◆ What you are asked to do
Repeat exactly, please, the lines that begin at the start of the listing and end at the line holding "const press = async".

◆ Exercise data

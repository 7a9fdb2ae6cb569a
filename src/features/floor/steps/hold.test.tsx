import { render, screen } from '@testing-library/react';
import userEvent from '@testing-library/user-event';
import { describe, expect, it } from 'vitest';
import { FixtureRun } from '../../../../tests/support/floor-run';
import { buildWorkshop, Journal } from '../../../../tests/support/journal';
import { smallPlan } from '../../../../tests/support/small-documents';

const STEP = 'build.caps-marked';
const press = async (name: RegExp | string) => userEvent.setup().click(screen.getByRole('button', { name }));
const main = () => document.querySelector<HTMLElement>('.main-action')!;
async function key(digits: string) {
  for (const digit of digits) await press(digit);
}

async function handToSigner({ isOnline = true } = {}) {
  const journal = new Journal(smallPlan()).performUntil(STEP);
  render(<FixtureRun journal={journal} isOnline={isOnline} />);
  await userEvent.setup().click(await screen.findByRole('button', { name: /^Hand it to the signer/ }));
  return journal;
}

async function lookAndCount(count: string) {
  await userEvent.setup().click(screen.getByRole('radio', { name: /^S. Visor/ }));
  expect(screen.queryByRole('button', { name: /photographs only/ })).toBeNull();
  await press(/^I looked at the vehicle/);
  expect(main()).toHaveTextContent('your own count');
  await key(count);
  await press(new RegExp(`^I counted ${count}`));
}

describe('a hold point', () => {
  it('is handed over with the author’s own word, and says why others may not sign', async () => {
    const journal = await handToSigner();
    expect(journal.entries.at(-1)).toMatchObject({ kind: 'work-signed', by: 'tech' });
    const technician = screen.getByRole('radio', { name: /^T. Nician/ });
    expect(technician).toBeDisabled();
    expect(technician).toHaveAccessibleDescription(/may not sign this/);
    expect(screen.getByRole('radio', { name: /^S. Visor/ })).toBeEnabled();
  });

  it('says of whom the authorisation is over, and what unlocks it', async () => {
    const workshop = buildWorkshop();
    const people = workshop.people.map((one) =>
      one.id === 'sup' ? { ...one, authorisedUntil: '2000-01-31' } : one,
    );
    const journal = new Journal(smallPlan(), { ...workshop, people }).performUntil(STEP);
    render(<FixtureRun journal={journal} />);
    await userEvent.setup().click(await screen.findByRole('button', { name: /^Hand it to the signer/ }));
    const supervisor = screen.getByRole('radio', { name: /^S. Visor/ });
    expect(supervisor).toBeDisabled();
    expect(supervisor).toHaveAccessibleDescription(
      'The authorisation of S. Visor to sign counted until 31 Jan 2000. The owner renews it on the People page.',
    );
  });

  it('puts the signer’s certificate on the signature and beside it', async () => {
    const workshop = buildWorkshop();
    const certificate = { number: 'T-MT-014', kind: 'master technician' };
    const people = workshop.people.map((one) => (one.id === 'sup' ? { ...one, certificate } : one));
    const journal = new Journal(smallPlan(), { ...workshop, people }).performUntil(STEP);
    render(<FixtureRun journal={journal} isOnline />);
    await userEvent.setup().click(await screen.findByRole('button', { name: /^Hand it to the signer/ }));
    await lookAndCount('8');
    await key('123456');
    await press(/^Sign/);
    expect(journal.entries.at(-1)).toMatchObject({ kind: 'signed', data: { certificate } });
    expect(screen.getByText('T-MT-014, master technician')).toBeVisible();
  });

  it('is signed with the signer’s own count, presence and PIN, once with a network', async () => {
    const journal = await handToSigner();
    await lookAndCount('8');
    expect(screen.getByText(/I looked at each head at the vehicle and counted 8 marks/)).toBeVisible();
    await key('123456');
    await press(/^Sign/);
    expect(journal.entries.at(-1)).toMatchObject({
      kind: 'signed',
      by: 'sup',
      with: [],
      data: {
        count: 8,
        presence: 'at the vehicle',
        meaning: 'I looked at each head at the vehicle and counted 8 marks.',
      },
    });
    expect(screen.getByText('SIGNED, TO BE CHECKED')).toBeVisible();
    expect(screen.getByText(/Work goes on at risk until then/)).toBeVisible();
    expect(screen.getByRole('button', { name: /^Next: / })).toBeVisible();
  });

  it('asks the PIN twice without a network, and both must agree', async () => {
    const journal = await handToSigner({ isOnline: false });
    await lookAndCount('8');
    await key('123456');
    await press(/^Once more/);
    await key('123457');
    await press(/^Sign/);
    expect(screen.getByRole('alert')).toHaveTextContent('The two PINs differ');
    expect(journal.entries.at(-1)?.kind).not.toBe('signed');
    await key('123456');
    await press(/^Once more/);
    await key('123456');
    await press(/^Sign/);
    expect(journal.entries.at(-1)).toMatchObject({ kind: 'signed', by: 'sup' });
  });

  it('refuses a count that differs from the record, in words', async () => {
    const journal = await handToSigner();
    await lookAndCount('7');
    await key('123456');
    await press(/^Sign/);
    expect(journal.entries.at(-1)?.kind).not.toBe('signed');
    expect(screen.getByText(/The signer's count and the record differ/)).toBeVisible();
  });

  it('waits for the network where its route says so', async () => {
    const journal = new Journal(smallPlan()).performUntil('build.clear-to-close');
    journal.sign('build.clear-to-close', { checked: false });
    render(<FixtureRun journal={journal} isOnline={false} />);
    expect(await screen.findByText(/Work past this hold point waits until then/)).toBeVisible();
    expect(screen.getByRole('button', { name: /^Send it now/ })).toBeVisible();
  });
});
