import { useState } from 'react';
import { LoudAction } from '@/components/LoudAction';
import { Notice } from '@/components/Notice';
import type { StepOf } from '@/domain/plan';
import { knownLots } from '../known-lots';
import { LotEntry } from '../LotEntry';
import { RecordAction } from '../RecordAction';
import { StepFrame } from '../StepFrame';
import { useRun } from '../run-context';

interface ReplaceBoltProps {
  step: StepOf<'tighten'>;
  bolt: string;
  /** It has no tightenings left; else it was turned too far. */
  isWorn: boolean;
}

/** A bolt that is scrap comes out and a new one goes in; then the cap starts again. */
export function ReplaceBolt({ step, bolt, isWorn }: ReplaceBoltProps) {
  const { state } = useRun();
  const known = knownLots(state, step.set === undefined ? bolt : 'rod bolts');
  const [lot, setLot] = useState(known.length === 1 ? (known[0] ?? '') : '');
  const reason = isWorn ? 'no tightenings left for the whole programme' : 'turned too far';
  const needsLot = step.set !== undefined;
  return (
    <StepFrame
      step={step}
      isLoud
      heading={
        <LoudAction
          name={bolt.length <= 3 ? bolt : ''}
          words={`replace ${bolt.length <= 3 ? 'this bolt' : bolt}`}
        />
      }
      side={needsLot && known.length === 0 ? null : undefined}
      then="then the cap starts again at its first cycle"
      main={
        <RecordAction
          label={`Replaced ${bolt}`}
          why={needsLot && lot === '' ? 'the lot of the new bolt is needed' : undefined}
          drafts={() => [
            { kind: 'bolt-replaced', step: step.id, data: { bolt, reason, ...(lot === '' ? {} : { lot }) } },
          ]}
        />
      }
    >
      <div className="grid gap-5 pt-6">
        <Notice
          tone="stop"
          title={isWorn ? 'It can’t be tightened often enough again' : 'Turned too far: the bolt is scrap'}
        >
          Put the old bolt where it can’t be used again.
        </Notice>
        {needsLot && <LotEntry part="new bolt" known={known} value={lot} onChange={setLot} />}
      </div>
    </StepFrame>
  );
}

◆ Task solution
repository 7a9fdb2ae6cb569a
filename src/features/floor/steps/hold.test.tsx
import { render, screen } from '@testing-library/react';
import userEvent from '@testing-library/user-event';
import { describe, expect, it } from 'vitest';
import { FixtureRun } from '../../../../tests/support/floor-run';
import { buildWorkshop, Journal } from '../../../../tests/support/journal';
import { smallPlan } from '../../../../tests/support/small-documents';

const STEP = 'build.caps-marked';
const press = async (name: RegExp | string) => userEvent.setup().click(screen.getByRole('button', { name }));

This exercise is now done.